"""Tables in a terminal: inside their width, and nothing hidden."""

from __future__ import annotations

import pytest
from hypothesis import example, given
from hypothesis import strategies as st

from svyrates.words import Column, Table, display_width
from svyrates.words.text import wrap

# Labels hold no digits, so that a digit found is one of the numbers.
LABEL = st.text(st.characters(exclude_categories=("Nd", "Nl", "No")), max_size=60)
NUMBER = st.integers(0, 10**15).map(lambda n: f"{n:,}")


def _numbers(name: str, values: list[str], *, heading: str = "", panel: int = 0) -> Column:
    return Column(name, heading or name, values, kind="number", panel=panel)


@st.composite
def _tables(draw: st.DrawFn) -> Table:
    n_rows = draw(st.integers(1, 4))
    keys = [
        Column(f"key {i}", draw(LABEL), draw(st.lists(LABEL, min_size=n_rows, max_size=n_rows)),
               key=True)
        for i in range(draw(st.integers(1, 3)))
    ]  # fmt: skip
    numbers = [
        _numbers(
            f"n{i}",
            draw(st.lists(NUMBER, min_size=n_rows, max_size=n_rows)),
            heading=draw(LABEL),
            panel=draw(st.integers(0, 2)),
        )
        for i in range(draw(st.integers(1, 9)))
    ]
    return Table(draw(LABEL), (*keys, *numbers), (draw(LABEL),))


@given(_tables(), st.integers(60, 200))
def test_lines_fit_and_every_number_is_shown(table: Table, width: int) -> None:
    lines = table.text(width).split("\n")
    assert max(map(display_width, lines)) <= width
    shown = [word for line in lines for word in line.split()]
    for column in table.columns:
        if column.kind == "number":
            for value in column.values:
                # A label may touch nothing: two spaces stand between columns.
                assert value in shown
                shown.remove(value)


@pytest.mark.parametrize("width", [-5, 0, 1, 39])
def test_a_width_too_small_to_read_is_not_kept(width: int) -> None:
    table = Table("T", (Column("g", "group", ["north"], key=True), _numbers("n", ["1"])))
    assert table.text(width) == table.text(40)


def test_labels_give_way_before_numbers_do() -> None:
    long = "a-label-of-one-very-long-word-only"
    keys = [Column(f"k{i}", "key", [long], key=True) for i in range(3)]
    text = Table("", (*keys, _numbers("n", ["123,456,789,012,345"]))).text(60)
    assert "123,456,789,012,345" in text
    assert max(map(len, text.split("\n"))) <= 60


def test_side_by_side_if_it_fits_and_in_panels_if_not() -> None:
    table = Table(
        "",
        (
            Column("g", "group", ["north", "south"], key=True),
            _numbers("a", ["11", "12"], heading="first", panel=0),
            _numbers("b", ["21", "22"], heading="second", panel=1),
            _numbers("c", ["9" * 20, "32"], heading="third", panel=1),
        ),
    )
    assert table.text(60) == (
        f"group  first  second                 third\n{'─' * 42}\n"
        f"north     11      21  {'9' * 20}\nsouth     12      22  {'32':>20}"
    )
    # 42 columns do not fit in 41: the panels part, though the second column would have fitted.
    assert table.text(41) == (
        f"group  first\n{'─' * 12}\nnorth     11\nsouth     12\n\n"
        f"group  second                 third\n{'─' * 35}\n"
        f"north      21  {'9' * 20}\nsouth      22  {'32':>20}"
    )


@given(st.integers(60, 120), st.integers(8, 20))
def test_every_panel_repeats_the_keys(width: int, n_columns: int) -> None:
    numbers = [_numbers(f"n{i}", [f"{i}01234567", f"{i}11234567"]) for i in range(n_columns)]
    keys = (
        Column("g", "region", ["north", "south"], key=True),
        Column("s", "sex", ["women", "men"], key=True),
    )
    panels = Table("", (*keys, *numbers)).text(width).split("\n\n")
    assert len(panels) > 1 or n_columns * 11 + 13 <= width
    for panel in panels:
        head, rule, *rows = panel.split("\n")
        assert head.split()[:2] == ["region", "sex"]
        assert set(rule) == {"─"}
        assert [row.split()[:2] for row in rows] == [["north", "women"], ["south", "men"]]
        assert {len(row.split()) for row in [head, *rows]} == {len(head.split())}


def test_headings_break_between_words_only() -> None:
    table = Table(
        "",
        (
            Column("g", "region of residence", ["north"], key=True),
            _numbers("n", ["1"], heading="unweighted respondents"),
        ),
    )
    assert table.text(80) == (
        "region of   unweighted\n"
        "residence  respondents\n"
        "──────────────────────\n"
        "north                1"
    )


def test_wide_characters_line_up() -> None:
    values = ["日本", "e\u0301t\u0301", "abcd"]
    table = Table("", (Column("g", "g", values, key=True), _numbers("n", ["1", "2", "3"])))
    assert table.text() == f"g     n\n{'─' * 7}\n日本  1\ne\u0301t\u0301    2\nabcd  3"


def test_a_long_label_takes_three_lines_and_then_an_ellipsis() -> None:
    label = " ".join(["word"] * 60)
    table = Table("", (Column("g", "group", [label], key=True), _numbers("n", ["7"])))
    lines = table.text(60).split("\n")[2:]
    assert len(lines) == 3
    assert lines[-1].endswith("…")
    assert lines[0].endswith("7")


def test_a_row_of_blanks_is_still_a_row() -> None:
    table = Table("", (Column("g", "group", [" " * 90, "north"], key=True),))
    assert table.text(60).split("\n")[2:] == ["", "north"]


@given(st.text(st.characters(categories=("L", "M", "N", "P", "S", "Zs"))), st.integers(2, 60))
@example("abcde\u0301", 4)
@example("日本語のラベル", 3)
def test_wrapping_keeps_every_character(text: str, width: int) -> None:
    lines = wrap(text, width)
    assert all(display_width(line) <= width for line in lines)
    assert "".join("".join(lines).split()) == "".join(text.split())


def test_notes_are_indented_from_their_second_line() -> None:
    note = "A note of more than forty columns, which is more than one line holds."
    lines = Table("", (Column("g", "g", ["x"]),), (note,)).text(40).split("\n")[3:]
    assert lines == ["A note of more than forty columns, which", "  is more than one line holds."]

- What you need to do -
After the last line of the data, restate all the entries verbatim.

- Problem solution -
"""Tables in a terminal: inside their width, and nothing hidden."""

from __future__ import annotations

import pytest
from hypothesis import example, given
from hypothesis import strategies as st

from svyrates.words import Column, Table, display_width
from svyrates.words.text import wrap

# Labels hold no digits, so that a digit found is one of the numbers.
LABEL = st.text(st.characters(exclude_categories=("Nd", "Nl", "No")), max_size=60)
NUMBER = st.integers(0, 10**15).map(lambda n: f"{n:,}")


def _numbers(name: str, values: list[str], *, heading: str = "", panel: int = 0) -> Column:
    return Column(name, heading or name, values, kind="number", panel=panel)


@st.composite
def _tables(draw: st.DrawFn) -> Table:
    n_rows = draw(st.integers(1, 4))
    keys = [
        Column(f"key {i}", draw(LABEL), draw(st.lists(LABEL, min_size=n_rows, max_size=n_rows)),
               key=True)
        for i in range(draw(st.integers(1, 3)))
    ]  # fmt: skip
    numbers = [
        _numbers(
            f"n{i}",
            draw(st.lists(NUMBER, min_size=n_rows, max_size=n_rows)),
            heading=draw(LABEL),
            panel=draw(st.integers(0, 2)),
        )
        for i in range(draw(st.integers(1, 9)))
    ]
    return Table(draw(LABEL), (*keys, *numbers), (draw(LABEL),))


@given(_tables(), st.integers(60, 200))
def test_lines_fit_and_every_number_is_shown(table: Table, width: int) -> None:
    lines = table.text(width).split("\n")
    assert max(map(display_width, lines)) <= width
    shown = [word for line in lines for word in line.split()]
    for column in table.columns:
        if column.kind == "number":
            for value in column.values:
                # A label may touch nothing: two spaces stand between columns.
                assert value in shown
                shown.remove(value)


@pytest.mark.parametrize("width", [-5, 0, 1, 39])
def test_a_width_too_small_to_read_is_not_kept(width: int) -> None:
    table = Table("T", (Column("g", "group", ["north"], key=True), _numbers("n", ["1"])))
    assert table.text(width) == table.text(40)


def test_labels_give_way_before_numbers_do() -> None:
    long = "a-label-of-one-very-long-word-only"
    keys = [Column(f"k{i}", "key", [long], key=True) for i in range(3)]
    text = Table("", (*keys, _numbers("n", ["123,456,789,012,345"]))).text(60)
    assert "123,456,789,012,345" in text
    assert max(map(len, text.split("\n"))) <= 60


def test_side_by_side_if_it_fits_and_in_panels_if_not() -> None:
    table = Table(
        "",
        (
            Column("g", "group", ["north", "south"], key=True),
            _numbers("a", ["11", "12"], heading="first", panel=0),
            _numbers("b", ["21", "22"], heading="second", panel=1),
            _numbers("c", ["9" * 20, "32"], heading="third", panel=1),
        ),
    )
    assert table.text(60) == (
        f"group  first  second                 third\n{'─' * 42}\n"
        f"north     11      21  {'9' * 20}\nsouth     12      22  {'32':>20}"
    )
    # 42 columns do not fit in 41: the panels part, though the second column would have fitted.
    assert table.text(41) == (
        f"group  first\n{'─' * 12}\nnorth     11\nsouth     12\n\n"
        f"group  second                 third\n{'─' * 35}\n"
        f"north      21  {'9' * 20}\nsouth      22  {'32':>20}"
    )


@given(st.integers(60, 120), st.integers(8, 20))
def test_every_panel_repeats_the_keys(width: int, n_columns: int) -> None:
    numbers = [_numbers(f"n{i}", [f"{i}01234567", f"{i}11234567"]) for i in range(n_columns)]
    keys = (
        Column("g", "region", ["north", "south"], key=True),
        Column("s", "sex", ["women", "men"], key=True),
    )
    panels = Table("", (*keys, *numbers)).text(width).split("\n\n")
    assert len(panels) > 1 or n_columns * 11 + 13 <= width
    for panel in panels:
        head, rule, *rows = panel.split("\n")
        assert head.split()[:2] == ["region", "sex"]
        assert set(rule) == {"─"}
        assert [row.split()[:2] for row in rows] == [["north", "women"], ["south", "men"]]
        assert {len(row.split()) for row in [head, *rows]} == {len(head.split())}


def test_headings_break_between_words_only() -> None:
    table = Table(
        "",
        (
            Column("g", "region of residence", ["north"], key=True),
            _numbers("n", ["1"], heading="unweighted respondents"),
        ),
    )
    assert table.text(80) == (
        "region of   unweighted\n"
        "residence  respondents\n"
        "──────────────────────\n"
        "north                1"
    )


def test_wide_characters_line_up() -> None:
    values = ["日本", "e\u0301t\u0301", "abcd"]
    table = Table("", (Column("g", "g", values, key=True), _numbers("n", ["1", "2", "3"])))
    assert table.text() == f"g     n\n{'─' * 7}\n日本  1\ne\u0301t\u0301    2\nabcd  3"


def test_a_long_label_takes_three_lines_and_then_an_ellipsis() -> None:
    label = " ".join(["word"] * 60)
    table = Table("", (Column("g", "group", [label], key=True), _numbers("n", ["7"])))
    lines = table.text(60).split("\n")[2:]
    assert len(lines) == 3
    assert lines[-1].endswith("…")
    assert lines[0].endswith("7")


def test_a_row_of_blanks_is_still_a_row() -> None:
    table = Table("", (Column("g", "group", [" " * 90, "north"], key=True),))
    assert table.text(60).split("\n")[2:] == ["", "north"]


@given(st.text(st.characters(categories=("L", "M", "N", "P", "S", "Zs"))), st.integers(2, 60))
@example("abcde\u0301", 4)
@example("日本語のラベル", 3)
def test_wrapping_keeps_every_character(text: str, width: int) -> None:
    lines = wrap(text, width)
    assert all(display_width(line) <= width for line in lines)
    assert "".join("".join(lines).split()) == "".join(text.split())


def test_notes_are_indented_from_their_second_line() -> None:
    note = "A note of more than forty columns, which is more than one line holds."
    lines = Table("", (Column("g", "g", ["x"]),), (note,)).text(40).split("\n")[3:]
    assert lines == ["A note of more than forty columns, which", "  is more than one line holds."]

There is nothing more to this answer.